Australian family therapist, clinical psychologist and author

Moshe Lang (born 1939) is an Australian family therapist, clinical psychologist (MAPS) and author. Born in Israel, Lang migrated to Australia as a young man and settled there in 1961. He is one of the pioneers of family therapy in Australia; one of the nation's best known family therapists. Lang has published and taught extensively in his professional area, both in Australia and worldwide.

== Education and career ==
Lang studied psychology at the University of Melbourne. From 1965 to 1979, he was senior psychologist at the Bouverie Clinic, as well as director of training. During a sabbatical, in 1975, Lang worked in Ramat-Chen Mental Health Clinic in Israel. In 1979, Lang founded Williams Road Family Therapy Centre – the first independent centre of its kind in Australia. He was co-director of the Centre, with Dr Brian Stagoll, from 1981 to 1997. Lang remained involved with the Centre until 2012, when he became director of Williams Road Psychotherapy Centre.

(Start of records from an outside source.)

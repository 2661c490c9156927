"""Robust statistics shared by the engine and the start values: medians, the
normalised MAD, Huber and Tukey IRLS weights, and residual scale estimates."""
from __future__ import annotations

import math
from functools import lru_cache

import numpy as np

from .losses import Loss

#: 1 / Phi^{-1}(3/4): makes the MAD a consistent estimate of sigma at the normal
#: (Huber 1981; check-values.md section 6 item 1).
MAD_CONSTANT = 1.482602218505602


def mad(r, center: float | None = 0.0) -> float:
    """Normalised median absolute deviation ``1.4826 * median|r - center|``.

    ``center=None`` subtracts the median first. For regression residuals the fit is
    the centre, so the default is 0 (as statsmodels' RLM does).
    """
    r = np.asarray(r, dtype=float)
    finite = np.isfinite(r)
    if not finite.all():
        r = r[finite]
    if r.size == 0:
        return float("nan")
    c = median(r) if center is None else float(center)
    return MAD_CONSTANT * median(np.abs(r - c) if c != 0.0 else np.abs(r), overwrite=True)


def median(v, overwrite: bool = False) -> float:
    """Median of a 1-d float array, equal to ``np.median``.

    One selection (``partition`` at the upper middle) and, for even sizes, the
    maximum of the lower half: numpy's two-index partition is several times slower
    on large arrays. ``overwrite=True`` lets the array be reordered in place. From
    ``SELECT_FROM`` values the middle ones come from :func:`order_stats` (``v`` is
    then left as it is).
    """
    v = np.asarray(v, dtype=float)
    n = v.size
    if n == 0:
        return float("nan")
    h = n // 2
    if n >= SELECT_FROM:
        got = order_stats(v, (h,) if n % 2 else (h - 1, h))
        if n % 2:
            return float(got[0])
        return 0.5 * (float(got[0]) + float(got[1]))
    if overwrite:
        v.partition(h)
        p = v
    else:
        p = np.partition(v, h)
    upper = float(p[h])
    if n % 2:
        return upper
    return 0.5 * (float(p[:h].max()) + upper)


#: from this many values :func:`median` selects by :func:`order_stats`
SELECT_FROM = 2000
_SAMPLE = 4096  # about this many values of a strided sample place the bracket


def order_stats(v, ranks) -> np.ndarray:
    """The values of the given ranks (0-based, ascending; NaN sorts last, as in
    ``np.sort``) of a 1-d float array, exactly: ``np.partition(v, ranks)[ranks]``.
    ``v`` is not modified.

    On large arrays one selection over all values (~1.2 ms at 1e5 with numpy's
    partition) is replaced by a bracket from a strided sample (Floyd and Rivest,
    CACM 18, 1975): values of the sample's ranks a few binomial standard deviations
    either side of the wanted ones bound the wanted order statistics; two comparisons
    over all values check that (counts) and gather the few per cent in between, whose
    selection gives the exact values. If the bracket misses (rare: a sample that does
    not represent the array), the plain partition runs.
    """
    v = np.asarray(v, dtype=float)
    ranks = [int(k) for k in ranks]
    n = v.size
    lo_k, hi_k = min(ranks), max(ranks)
    step = n // _SAMPLE
    if step >= 4:
        sample = v[::step].copy()
        m = sample.size
        margin = 2.0 * math.sqrt(m)  # 4 binomial SDs of a rank in the sample (SD <= sqrt(m)/2)
        i_lo = int(math.floor(lo_k * m / n - margin))
        i_hi = int(math.ceil(hi_k * m / n + margin))
        at = [i for i in (i_lo, i_hi) if 0 <= i < m]
        if at:
            sample.partition(_two_or_more(at, m))
        lo = float(sample[i_lo]) if 0 <= i_lo < m else -math.inf
        hi = float(sample[i_hi]) if 0 <= i_hi < m else math.inf
        if not (math.isnan(lo) or math.isnan(hi)):
            inside = v < lo
            below = int(np.count_nonzero(inside))
            np.logical_not(inside, out=inside)
            inside &= v <= hi  # (NaN compares False: not inside, above, as it sorts last)
            mid = np.compress(inside, v)
            if below <= lo_k and below + mid.size > hi_k:
                rel = [k - below for k in ranks]
                mid.partition(_two_or_more(rel, mid.size))
                return mid[rel]
    p = np.partition(v, _two_or_more(ranks, n))
    return p[ranks]


def _two_or_more(ranks, n):
    """``ranks`` with a neighbour added where there is one rank only: numpy (2.x, x86)
    selects a single rank by another algorithm that is 5-10x slower on arrays of some
    thousand values than its selection of several (same values either way)."""
    if len(ranks) > 1 or n < 2:
        return ranks
    k = ranks[0]
    return [k, k + 1] if k + 1 < n else [k - 1, k]


def row_medians(v) -> np.ndarray:
    """``np.median(v, axis=1)`` for a 2-d float array, by the same one-selection route
    as :func:`median`."""
    v = np.asarray(v, dtype=float)
    n = v.shape[1]
    h = n // 2
    part = np.partition(v, h, axis=1)
    return 0.5 * (part[:, :h].max(axis=1) + part[:, h]) if n % 2 == 0 else part[:, h]


def mad_about_median(r) -> float:
    """Normalised MAD about the median, ``1.4826 * median|r - median(r)|``, of all
    values as given (non-finite ones included: the start-value code relies on their
    place in the ordering); 0 for empty input."""
    r = np.asarray(r, dtype=float)
    if r.size == 0:
        return 0.0
    return float(MAD_CONSTANT * median(np.abs(r - median(r))))


#: Huber's and Tukey's tuning constants for 95 % efficiency (as the registry's)
HUBER_K = 1.345
TUKEY_C = 4.685


def huber_weights(u, k: float = HUBER_K) -> np.ndarray:
    """Huber's IRLS weights ``min(1, k/|u|)`` of standardised residuals ``|u|``
    (1 at u = 0)."""
    with np.errstate(divide="ignore", invalid="ignore"):
        return np.minimum(k / np.asarray(u, dtype=float), 1.0)


def tukey_weights(u, c: float = TUKEY_C) -> np.ndarray:
    """Tukey biweight IRLS weights ``(1 - (u/c)^2)^2`` for ``|u| < c``, else 0."""
    u = np.asarray(u, dtype=float)
    return np.where(u < c, (1.0 - (u / c) ** 2) ** 2, 0.0)


@lru_cache(maxsize=256)
def _beta_cached(key) -> float:
    loss = key[1]
    phi = lambda t: math.exp(-0.5 * t * t) / math.sqrt(2 * math.pi)  # noqa: E731
    f = lambda t: 2.0 * float(loss.psi(np.array([t]))[0]) ** 2 * phi(t)  # noqa: E731
    pts = [loss.tuning] if loss.tuning else None
    from scipy import integrate  # lazy: 0.3 s to import, seldom needed

    return integrate.quad(f, 0.0, 40.0, points=pts, epsabs=1e-14, epsrel=1e-12, limit=200)[0]


@lru_cache(maxsize=256)
def _slope_cached(key) -> float:
    loss = key[1]
    phi = lambda t: math.exp(-0.5 * t * t) / math.sqrt(2 * math.pi)  # noqa: E731
    # E[psi'(Z)] = E[Z psi(Z)] (integration by parts; psi continuous, as for every loss
    # here), which needs no derivative at a Huber corner
    f = lambda t: 2.0 * t * float(loss.psi(np.array([t]))[0]) * phi(t)  # noqa: E731
    pts = [loss.tuning] if loss.tuning else None
    from scipy import integrate  # lazy: 0.3 s to import, seldom needed

    return integrate.quad(f, 0.0, 40.0, points=pts, epsabs=1e-14, epsrel=1e-12, limit=200)[0]


def psi_slope_at_normal(loss: Loss) -> float:
    """``E[psi'(Z)]`` for a standard normal Z (0.8213 for Huber k = 1.345, its
    ``P(|Z| <= k)``)."""
    if loss.name == "huber" and loss.tuning:
        # closed form (Huber 1981, 4.5): a first Huber fit needs no quadrature and does
        # not load scipy.integrate (0.05 s of the window's start)
        return math.erf(loss.tuning / math.sqrt(2.0))
    return _slope_cached((loss.name, loss))


def psi_variance_at_normal(loss: Loss) -> float:
    """``beta = E[psi(Z)^2]`` for a standard normal Z (0.7101645 for Huber k = 1.345)."""
    if loss.name == "huber" and loss.tuning:  # closed form (Huber 1981, 4.5), as above
        k = loss.tuning
        inside = math.erf(k / math.sqrt(2.0))  # P(|Z| <= k)
        return inside - 2.0 * k * math.exp(-0.5 * k * k) / math.sqrt(2.0 * math.pi) + k * k * math.erfc(
            k / math.sqrt(2.0))
    return _beta_cached((loss.name, loss))


def proposal2_scale(r, loss: Loss, s0: float, n_free: int, *, tol: float = 1e-12,
                    max_iter: int = 200) -> float:
    """Huber's proposal 2 scale for fixed residuals ``r``.

    Solves ``sum psi(r_i / s)^2 = (n - p) * beta`` by the fixed-point iteration
    ``s^2 <- s^2 * sum psi(r_i/s)^2 / ((n - p) beta)`` (Huber 1981, section 7.7),
    which converges monotonically for monotone psi, but only linearly (some 40 rounds
    to 1e-12 on a 25-point 4PL): a secant step on ``g(s) - s`` through the last two
    rounds is taken where it lies between half the smaller and twice the larger of
    ``s`` and ``g(s)`` (a handful of rounds). It stops, as the plain iteration does,
    where one round moves ``s`` by at most ``tol`` relative.
    """
    r = np.asarray(r, dtype=float)
    dof = r.size - n_free
    if dof <= 0 or not (s0 > 0):
        return float(s0)
    beta = psi_variance_at_normal(loss)
    s = float(s0)
    prev = None  # (s, g(s)) of the previous round
    for _ in range(max_iter):
        q = float(np.sum(loss.psi(r / s) ** 2))
        if q <= 0:
            break
        s_new = s * math.sqrt(q / (dof * beta))
        if abs(s_new - s) <= tol * s:
            s = s_new
            break
        s_next = s_new
        if prev is not None:
            s1, g1 = prev
            h0, h1 = s_new - s, g1 - s1
            if h1 != h0 and s1 != s:
                cand = s - h0 * (s - s1) / (h0 - h1)
                if 0.5 * min(s, s_new) < cand < 2.0 * max(s, s_new):
                    s_next = cand
        prev = (s, s_new)
        s = s_next
    return s
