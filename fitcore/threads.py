"""One BLAS thread for small problems.

numpy's BLAS starts as many threads as there are cores. On a 25-point fit the threads
cost more than they save: each small matrix product or factorisation wakes them, and on
a busy 2-core machine a woken thread waits for a core. Measured on this machine class
(issue 12): 300 least-squares line fits took 3.4-8.9 s with the default two threads
against 1.0-1.1 s with one.

:func:`small_problem` is a context manager that sets the loaded BLAS libraries to one
thread while its body runs and restores the previous count afterwards. Nesting and
concurrent use from several Python threads are counted, so the count is restored only
when the last user leaves. It is cheap (a couple of microseconds per use: the libraries
are found once, with threadpoolctl, and the thread count is then set directly).
Without threadpoolctl, or without a BLAS it knows, it does nothing. OpenBLAS takes
the setting from the main thread only (a call from another Python thread was seen to
leave the count unchanged), so a program that fits in worker threads should set the
count for the process before numpy loads (``OPENBLAS_NUM_THREADS=1``), as the window
does.

:func:`limit_process` sets one BLAS thread for the whole process (the window, whose
problems are small, and the bootstrap's worker processes).
"""
from __future__ import annotations

import threading
from contextlib import contextmanager

SMALL = 200_000  # problems with at most this many Jacobian entries (n * p) are small

_lock = threading.Lock()
_depth = 0
_saved: list = []
_libs: list | None = None


def _blas_libraries() -> list:
    global _libs
    if _libs is None:
        try:
            import scipy.linalg  # noqa: F401 - load scipy's own BLAS before looking
            from threadpoolctl import ThreadpoolController
            _libs = [c for c in ThreadpoolController().lib_controllers
                     if c.user_api == "blas"]
        except Exception:  # noqa: BLE001 - threadpoolctl absent or no BLAS found: nothing to limit
            _libs = []
    return _libs


@contextmanager
def small_problem(size: int = 0):
    """Run the body with one BLAS thread when ``size`` (Jacobian entries) is small."""
    if size > SMALL:
        yield
        return
    global _depth
    with _lock:
        if _depth == 0:
            _saved.clear()
            for lib in _blas_libraries():
                try:
                    n = lib.get_num_threads()
                    if n is not None and n > 1:
                        lib.set_num_threads(1)
                        _saved.append((lib, n))
                except Exception:  # noqa: BLE001 - a library that refuses keeps its count
                    pass
        _depth += 1
    try:
        yield
    finally:
        with _lock:
            _depth -= 1
            if _depth == 0:
                for lib, n in _saved:
                    try:
                        lib.set_num_threads(n)
                    except Exception:  # noqa: BLE001
                        pass
                _saved.clear()


def limit_process(threads: int = 1) -> None:
    """Set every loaded BLAS library of this process to ``threads`` threads."""
    for lib in _blas_libraries():
        try:
            lib.set_num_threads(threads)
        except Exception:  # noqa: BLE001 - a library that refuses keeps its count
            pass


__all__ = ["small_problem", "limit_process", "SMALL"]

Lang was Foundation President of the Australian and New Zealand Journal of Family Therapy (ANZJFT) from 1979 to 1988 and President of the Victorian Association of Family Therapists (VAFT), now known as the Australian Association of Family Therapy (AAFT), from 1982 to 1984.

In 1994, Moshe was Recipient of the Inaugural Award of Special Services to Family Therapy from ANZJFT and, in 1992, he was awarded Life Membership from AAFT. In 1980, Moshe gave the keynote address at the Inaugural Family Therapy Conference in Melbourne 1980.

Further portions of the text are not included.